Новый терроризм, что бы ни кодировалось данным понятием, выйдя на поверхность, утратил некий потенциал внезапности, потеряв как феномен безликость. Дефицит стратегического мышления проявляется между тем не в отсутствии значимых целей, а, скорее, в недопонимании формирующегося контекста и новой логики событий. И, соответственно, в определенной мистификации реальности. К сожалению, в поисках панацеи от обновляющихся угроз часто приходится сталкиваться с гипертрофией прежней логики обеспечения безопасности: надежды возлагаются на совершенствование уже существующих методов и технологий, фактически, на их воспроизводство, хотя и на новом уровне. Так, к примеру, обретают плоть модели, в рамках которых социальное пространство уподобляется цифровому. (Кстати говоря, в настоящее время целенаправленная агрессия против национального информационного пространства признается в США как вполне законный casus belli.)
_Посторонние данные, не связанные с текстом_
/** TanStack Query keys of the pattern results screen and the scan upload. */
export const patternKeys = {
  pattern: (id: string) => ["patterns", id] as const,
  heatmap: (id: string, label: string) => ["patterns", id, "heatmap", label] as const,
  viewerMesh: (scanId: string) => ["scans", scanId, "mesh"] as const,
  scan: (scanId: string) => ["scans", scanId] as const,
};
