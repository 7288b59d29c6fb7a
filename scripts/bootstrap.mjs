#!/usr/bin/env node
/**
 * Entry of `npm start`, `npm run dev`, `npm test` and `npm run test:stack`. Plain JavaScript on purpose: it runs
 * before node_modules exists. It installs the npm dependencies when missing or older than package-lock.json,
 * then loads TypeScript (tsx) and hands over to scripts/stack/main.ts.
 */
import { spawnSync } from "node:child_process";
import fs from "node:fs";
import path from "node:path";
import { fileURLToPath, pathToFileURL } from "node:url";

const root = path.resolve(path.dirname(fileURLToPath(import.meta.url)), "..");
const modes = ["start", "dev", "test", "test-stack"];
const [mode, ...args] = process.argv.slice(2);
if (!modes.includes(mode)) {
  process.stderr.write(`usage: node scripts/bootstrap.mjs <${modes.join("|")}> [vitest arguments]\n`);
  process.exit(2);
}

// When our output pipe closes (e.g. `npm start | tee log` and Ctrl-C ends tee), keep going: the shutdown that
// follows must still stop every service, even with nobody left to read about it.
for (const stream of [process.stdout, process.stderr]) stream.on("error", () => {});

const t0 = Date.now();
process.env.PEELFORM_STARTED_AT = String(t0);
const clock = () => `[${((Date.now() - t0) / 1000).toFixed(1).padStart(6)}s]`;

function mtime(file) {
  try {
    return fs.statSync(file).mtimeMs;
  } catch {
    return 0;
  }
}

function npmCiNeeded() {
  const marker = path.join(root, "node_modules", ".package-lock.json");
  if (!fs.existsSync(path.join(root, "node_modules")) || !fs.existsSync(marker)) return "node_modules is missing";
  if (mtime(marker) < mtime(path.join(root, "package-lock.json"))) return "package-lock.json is newer than node_modules";
  return null;
}

const reason = npmCiNeeded();
if (reason) {
  process.stdout.write(`${clock()} ▶ npm ci (${reason})\n`);
  const result = spawnSync("npm", ["ci", "--no-audit", "--no-fund"], { cwd: root, stdio: ["ignore", "inherit", "inherit"] });
  if (result.status !== 0) {
    process.stderr.write(`${clock()} ERROR: npm ci failed (exit ${result.status ?? result.signal})\n`);
    process.exit(1);
  }
  process.stdout.write(`${clock()} ✔ npm ci (${((Date.now() - t0) / 1000).toFixed(1)} s)\n`);
} else {
  process.stdout.write(`${clock()} ✔ node_modules is up to date with package-lock.json\n`);
}

process.chdir(root);
const { register } = await import("tsx/esm/api");
register();
const { main } = await import(pathToFileURL(path.join(root, "scripts", "stack", "main.ts")).href);
const code = await main(mode, args, root);
process.exit(code);
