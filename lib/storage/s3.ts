import { Readable } from "node:stream";
import {
  DeleteObjectCommand,
  GetObjectCommand,
  HeadBucketCommand,
  NoSuchKey,
  PutObjectCommand,
  S3Client,
} from "@aws-sdk/client-s3";
import { getEnv } from "@/lib/env";

// The SDK prints a Node-version notice on Node 20; it is noise in our logs.
process.env.AWS_SDK_JS_NODE_VERSION_SUPPORT_WARNING_DISABLED ??= "true";

/**
 * S3-compatible object storage (s3rver locally, any S3 API in production). Path-style URLs work with every
 * S3-compatible server; checksums only WHEN_REQUIRED, because the SDK's default flexible checksums corrupt
 * streamed uploads on s3rver and several other S3-compatible servers.
 */
let client: S3Client | undefined;

export function getS3Client(): S3Client {
  if (client) return client;
  const env = getEnv();
  client = new S3Client({
    region: env.S3_REGION,
    endpoint: env.S3_ENDPOINT,
    forcePathStyle: true,
    credentials: { accessKeyId: env.S3_ACCESS_KEY_ID, secretAccessKey: env.S3_SECRET_ACCESS_KEY },
    requestChecksumCalculation: "WHEN_REQUIRED",
    responseChecksumValidation: "WHEN_REQUIRED",
    maxAttempts: 3,
  });
  return client;
}

export type ObjectBody = Buffer | Uint8Array | string | Readable;

export interface PutObjectOptions {
  contentType?: string;
  /** Byte length; required for a stream (the S3 API needs it up front), computed for buffers and strings. */
  contentLength?: number;
}

/** Object keys: slash-separated segments of safe characters, no "..", at most 1024 bytes. */
export function assertObjectKey(key: string): void {
  if (!/^[A-Za-z0-9!_.*'()\-/]{1,1024}$/.test(key) || key.split("/").some((s) => s === "" || s === "." || s === "..")) {
    throw new Error(`invalid storage key "${key}": use segments of letters, digits and !_.*'()- separated by single slashes`);
  }
}

/** Stores `body` under `key` in the configured bucket. Streams are sent as they are read (never buffered). */
export async function putObject(key: string, body: ObjectBody, options: PutObjectOptions = {}): Promise<void> {
  assertObjectKey(key);
  let contentLength = options.contentLength;
  if (body instanceof Readable) {
    if (contentLength === undefined) throw new Error(`putObject("${key}"): contentLength is required for a stream`);
  } else {
    contentLength ??= typeof body === "string" ? Buffer.byteLength(body) : body.byteLength;
  }
  await getS3Client().send(
    new PutObjectCommand({
      Bucket: getEnv().S3_BUCKET,
      Key: key,
      Body: body,
      ContentLength: contentLength,
      ContentType: options.contentType ?? "application/octet-stream",
    }),
  );
}

export interface StoredObject {
  stream: Readable;
  contentType: string | undefined;
  contentLength: number | undefined;
}

/** Opens the object for reading, or returns null when there is no object under `key`. */
export async function getObjectStream(key: string): Promise<StoredObject | null> {
  assertObjectKey(key);
  try {
    const out = await getS3Client().send(new GetObjectCommand({ Bucket: getEnv().S3_BUCKET, Key: key }));
    if (!out.Body) return null;
    return { stream: out.Body as Readable, contentType: out.ContentType, contentLength: out.ContentLength };
  } catch (error) {
    if (error instanceof NoSuchKey || (error as { name?: string }).name === "NoSuchKey") return null;
    throw error;
  }
}

/** Reads a whole (small) object into memory; null when missing. */
export async function getObjectBuffer(key: string): Promise<Buffer | null> {
  const object = await getObjectStream(key);
  if (!object) return null;
  const chunks: Buffer[] = [];
  for await (const chunk of object.stream) chunks.push(Buffer.from(chunk as Uint8Array));
  return Buffer.concat(chunks);
}

/** Deletes the object; deleting a missing key is not an error (S3 semantics). */
export async function deleteObject(key: string): Promise<void> {
  assertObjectKey(key);
  await getS3Client().send(new DeleteObjectCommand({ Bucket: getEnv().S3_BUCKET, Key: key }));
}

/** Health check: the bucket exists and the credentials work. Throws with the reason otherwise. */
export async function checkStorage(timeoutMs = 3_000): Promise<void> {
  await getS3Client().send(new HeadBucketCommand({ Bucket: getEnv().S3_BUCKET }), {
    abortSignal: AbortSignal.timeout(timeoutMs),
  });
}
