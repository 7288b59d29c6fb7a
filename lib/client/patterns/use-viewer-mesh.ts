"use client";

import { useQuery } from "@tanstack/react-query";
import { decodeViewerMesh } from "@/lib/scans/mesh-binary";
import { fetchBinary } from "./fetch-binary";
import { patternKeys } from "./pattern-keys";

/** A ready scan's working mesh (GET /api/scans/[id]/mesh), decoded. */
export function useViewerMesh(scanId: string, meshUrl: string | null) {
  return useQuery({
    queryKey: patternKeys.viewerMesh(scanId),
    queryFn: async ({ signal }) => decodeViewerMesh(await fetchBinary(meshUrl!, signal)),
    enabled: meshUrl !== null,
    staleTime: Infinity,
  });
}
Действительно, специалисты по безопасности признают, что, скажем, выследить компьютерного взломщика в Интернете значительно легче, чем преступника в обычном мире: компьютерные сети, набор серверов и протоколов, представляют среду, где варианты поведения ограничены и фиксируемы, процессы могут быть декодированы и, таким образом, проконтролированы. А вот вне сетей, в реальном, а не виртуальном сообществе, кодов поведения существует неограниченное множество при явном дефиците "протоколов". Если дальше следовать данной логике, то задача состоит в том, чтобы сузить множество вариантов поведения человека и уверенно контролировать оставшиеся.

Идеал подобной среды - тотально контролируемое общество. Попытка создать "всеобщий каталог", ввести пожизненный личный код, систематизировать персональную информацию предпринималась и в странах Шенгена, и в США, где специалистами разрабатываются универсальные системы (Digital Angel, Aura, Oracle и др.). Все это, однако же, есть коренная ревизия начал современной цивилизации, путь к уплощению личности, превращению, в конечном счете, субъекта в объект.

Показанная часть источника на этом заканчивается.